As a rule I generally don't eat anything over twenty bucks a meal unless I cook it myself. I spent thirty bucks years ago on a "very special chefs" fish meal. I got 4 ounces of tilapia with garlic on it and a few pieces of parsley. Only have to show me once and I learn my lesson. 

Not even sure a Texan can pronounce it correctly anyway.


----------



## mreynolds (Jan 1, 2015)

barnbilder said:


> So, a practice that has gone on for thousands of years, that takes advantage of waterfowl's natural ability to store a lot of fat in their liver in preparation for migration, which makes the liver taste better is going to be symbolically outlawed. The few people that consume the product are not going to have any, and the thousands of people that never consumed it are causing that outcome. What ever happened to, if you don't like foie gras, don't eat foie gras? Seems like that would be applicable. Is this law going to cause less ducks to die? Answer, no, probably more (it will take more livers using alternative methods, and more livers will not make the grade). Ridiculous animal rights extremism at work. The logic and rationale that they are using could be applied to any part of modern livestock farming.


Was my thought too. Everyone happy about this will get burned later by something they like.


----------



## Irish Pixie (May 14, 2002)

mreynolds said:


> As a rule I generally don't eat anything over twenty bucks a meal unless I cook it myself. I spent thirty bucks years ago on a "very special chefs" fish meal. I got 4 ounces of tilapia with garlic on it and a few pieces of parsley. Only have to show me once and I learn my lesson.
> 
> Not even sure a Texan can pronounce it correctly anyway.


I'm sure the pretentious people that eat bougie foie gras will find a way to get their fix.

ETA: It's been completely banned in California since 2012. No rioting.


----------



## painterswife (Jun 7, 2004)

It costs 50 to 60.00 dollars a pound. How many people here are eating it on a regular basis?

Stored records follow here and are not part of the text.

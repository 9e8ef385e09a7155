import type { LocationQuery, RouteLocationNormalized, RouteLocationRaw } from 'vue-router'
import type { ProjectRole } from '../api/types'

/** Project roles, or 'admin' for routes outside any project that only global admins may open. */
export type RouteRole = ProjectRole | 'admin'

/** The parts of a route location the decision reads (normalized or merely resolved). */
export type AccessTarget = Pick<
  RouteLocationNormalized,
  'path' | 'fullPath' | 'params' | 'query' | 'hash' | 'meta'
> & { name?: RouteLocationNormalized['name'] | null }

export interface AccessSubject {
  signedIn: boolean
  isAdmin: boolean
  roleIn(projectId: string): ProjectRole | null
}

/** Same page for "does not exist" and "not yours", so a URL never reveals that a project exists. */
export function notFoundLocation(to: AccessTarget): RouteLocationRaw {
  return {
    name: 'not-found',
    params: { pathMatch: to.path.slice(1).split('/') },
    query: to.query,
    hash: to.hash,
  }
}

/** Only same-app paths are followed after sign-in. */
export function safeRedirect(query: LocationQuery): string | null {
  const target = query.redirect
  return typeof target === 'string' && target.startsWith('/') && !target.startsWith('//')
    ? target
    : null
}

/** The router guard's decision: true to proceed, or where to go instead. */
export function decideAccess(to: AccessTarget, subject: AccessSubject): true | RouteLocationRaw {
  if (to.meta.public) {
    if (to.name === 'sign-in' && subject.signedIn) {
      return safeRedirect(to.query) ?? { name: 'projects' }
    }
    return true
  }
  if (!subject.signedIn) {
    return { name: 'sign-in', query: to.fullPath === '/' ? {} : { redirect: to.fullPath } }
  }
  const roles = to.meta.roles
  if (!roles || subject.isAdmin) return true
  const projectId = to.params.projectId
  const role = typeof projectId === 'string' ? subject.roleIn(projectId) : null
  return role && roles.includes(role) ? true : notFoundLocation(to)
}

It is proven that you can get it from sources that are not cruel to the animal. Get it from there. I bet NY would have no problem with adjusting their laws to reflect that. If you really need this in your life force-feed your own geese. That should help you enjoy it.


----------



## Bearfootfarm (Jul 13, 2006)

mreynolds said:


> Not even sure a Texan can pronounce it correctly anyway.


Y'all can't say "Goose liver"?


----------



## mreynolds (Jan 1, 2015)

Bearfootfarm said:


> Y'all can't say "Goose liver"?


If I hold my mouth just right.


----------



## Cornhusker (Mar 20, 2003)

Irish Pixie said:


> I'm sure the pretentious people that eat bougie foie gras will find a way to get their fix.
> 
> ETA: It's been completely banned in California since 2012. No rioting.


So, people who like a certain food are pretentious?
And just color me shocked that California is another place that tells people what they can eat or can't.
Seriously, who ties their shoes for them?


----------



## Cornhusker (Mar 20, 2003)

painterswife said:


> It costs 50 to 60.00 dollars a pound. How many people here are eating it on a regular basis?
> 
> It is proven that you can get it from sources that are not cruel to the animal. Get it from there. I bet NY would have no problem with adjusting their laws to reflect that. If you really need this in your life force-feed your own geese. That should help you enjoy it.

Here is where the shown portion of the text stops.